EXERCISE:
Wherever the string "temperature" shows up in the data below, copy the whole line.

(RECORD EXCERPTS)

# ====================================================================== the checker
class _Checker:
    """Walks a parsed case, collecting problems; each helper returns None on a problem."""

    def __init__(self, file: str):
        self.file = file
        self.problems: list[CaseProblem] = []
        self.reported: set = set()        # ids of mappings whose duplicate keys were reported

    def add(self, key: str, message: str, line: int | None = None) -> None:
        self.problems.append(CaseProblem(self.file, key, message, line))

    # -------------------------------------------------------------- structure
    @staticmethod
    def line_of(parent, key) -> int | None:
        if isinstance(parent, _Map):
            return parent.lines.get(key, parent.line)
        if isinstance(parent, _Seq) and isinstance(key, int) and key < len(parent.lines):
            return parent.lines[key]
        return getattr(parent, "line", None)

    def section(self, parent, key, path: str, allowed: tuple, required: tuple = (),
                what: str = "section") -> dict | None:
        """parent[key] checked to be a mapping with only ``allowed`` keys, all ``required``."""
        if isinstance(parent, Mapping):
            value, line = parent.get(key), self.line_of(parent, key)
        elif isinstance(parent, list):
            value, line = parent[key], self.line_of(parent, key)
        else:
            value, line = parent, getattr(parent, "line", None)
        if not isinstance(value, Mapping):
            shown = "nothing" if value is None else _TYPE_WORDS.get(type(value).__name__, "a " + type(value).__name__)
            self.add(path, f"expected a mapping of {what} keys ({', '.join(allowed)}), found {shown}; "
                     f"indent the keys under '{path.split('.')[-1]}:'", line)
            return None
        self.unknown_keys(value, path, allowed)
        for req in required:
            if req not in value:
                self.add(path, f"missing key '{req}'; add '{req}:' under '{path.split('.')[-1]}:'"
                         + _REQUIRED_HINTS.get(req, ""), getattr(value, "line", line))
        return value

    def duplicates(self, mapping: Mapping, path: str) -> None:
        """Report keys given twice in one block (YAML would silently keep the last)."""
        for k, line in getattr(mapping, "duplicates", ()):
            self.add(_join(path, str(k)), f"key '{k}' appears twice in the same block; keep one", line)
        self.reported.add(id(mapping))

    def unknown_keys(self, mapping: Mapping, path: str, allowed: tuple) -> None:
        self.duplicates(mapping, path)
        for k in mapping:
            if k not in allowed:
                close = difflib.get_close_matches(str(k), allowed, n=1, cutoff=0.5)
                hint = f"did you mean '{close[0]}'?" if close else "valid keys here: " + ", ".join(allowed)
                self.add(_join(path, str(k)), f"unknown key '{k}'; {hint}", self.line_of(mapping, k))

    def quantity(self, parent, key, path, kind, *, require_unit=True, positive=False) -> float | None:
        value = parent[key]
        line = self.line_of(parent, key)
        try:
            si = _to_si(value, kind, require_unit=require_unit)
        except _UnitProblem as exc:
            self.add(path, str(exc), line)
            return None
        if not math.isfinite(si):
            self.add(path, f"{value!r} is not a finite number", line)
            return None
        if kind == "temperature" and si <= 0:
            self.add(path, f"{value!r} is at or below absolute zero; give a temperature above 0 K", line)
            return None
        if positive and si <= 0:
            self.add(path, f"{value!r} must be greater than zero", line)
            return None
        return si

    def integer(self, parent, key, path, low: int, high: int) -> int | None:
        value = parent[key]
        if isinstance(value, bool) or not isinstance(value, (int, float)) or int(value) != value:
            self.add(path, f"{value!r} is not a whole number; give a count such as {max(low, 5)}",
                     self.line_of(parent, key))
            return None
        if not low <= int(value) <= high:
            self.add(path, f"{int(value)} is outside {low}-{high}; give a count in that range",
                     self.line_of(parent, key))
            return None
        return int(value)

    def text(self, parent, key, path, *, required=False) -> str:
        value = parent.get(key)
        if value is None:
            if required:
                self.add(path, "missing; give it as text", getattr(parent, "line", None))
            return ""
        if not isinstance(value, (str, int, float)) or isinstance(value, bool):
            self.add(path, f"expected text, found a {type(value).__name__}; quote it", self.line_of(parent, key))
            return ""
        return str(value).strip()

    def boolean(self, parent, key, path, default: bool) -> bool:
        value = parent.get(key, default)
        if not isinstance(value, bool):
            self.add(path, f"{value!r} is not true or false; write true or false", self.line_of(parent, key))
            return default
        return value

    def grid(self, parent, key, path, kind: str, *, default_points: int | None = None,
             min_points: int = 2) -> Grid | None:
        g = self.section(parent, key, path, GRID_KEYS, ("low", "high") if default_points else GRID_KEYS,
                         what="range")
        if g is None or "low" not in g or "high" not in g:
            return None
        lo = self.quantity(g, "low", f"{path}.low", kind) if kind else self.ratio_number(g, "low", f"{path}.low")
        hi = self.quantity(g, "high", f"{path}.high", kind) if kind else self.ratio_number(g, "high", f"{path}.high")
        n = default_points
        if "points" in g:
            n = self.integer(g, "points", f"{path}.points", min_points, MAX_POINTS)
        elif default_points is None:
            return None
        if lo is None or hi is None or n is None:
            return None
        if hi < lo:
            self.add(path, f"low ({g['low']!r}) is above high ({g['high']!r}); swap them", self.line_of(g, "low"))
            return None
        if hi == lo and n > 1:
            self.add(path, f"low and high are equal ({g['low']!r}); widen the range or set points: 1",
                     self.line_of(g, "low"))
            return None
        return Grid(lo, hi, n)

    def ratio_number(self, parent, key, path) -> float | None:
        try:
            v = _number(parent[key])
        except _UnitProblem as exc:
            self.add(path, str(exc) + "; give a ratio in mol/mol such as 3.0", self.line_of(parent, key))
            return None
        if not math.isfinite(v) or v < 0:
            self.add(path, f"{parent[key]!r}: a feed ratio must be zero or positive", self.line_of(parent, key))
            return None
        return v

(End RECORD EXCERPTS)

SOLUTION TO THE PROBLEM:
        if kind == "temperature" and si <= 0:
            self.add(path, f"{value!r} is at or below absolute zero; give a temperature above 0 K", line)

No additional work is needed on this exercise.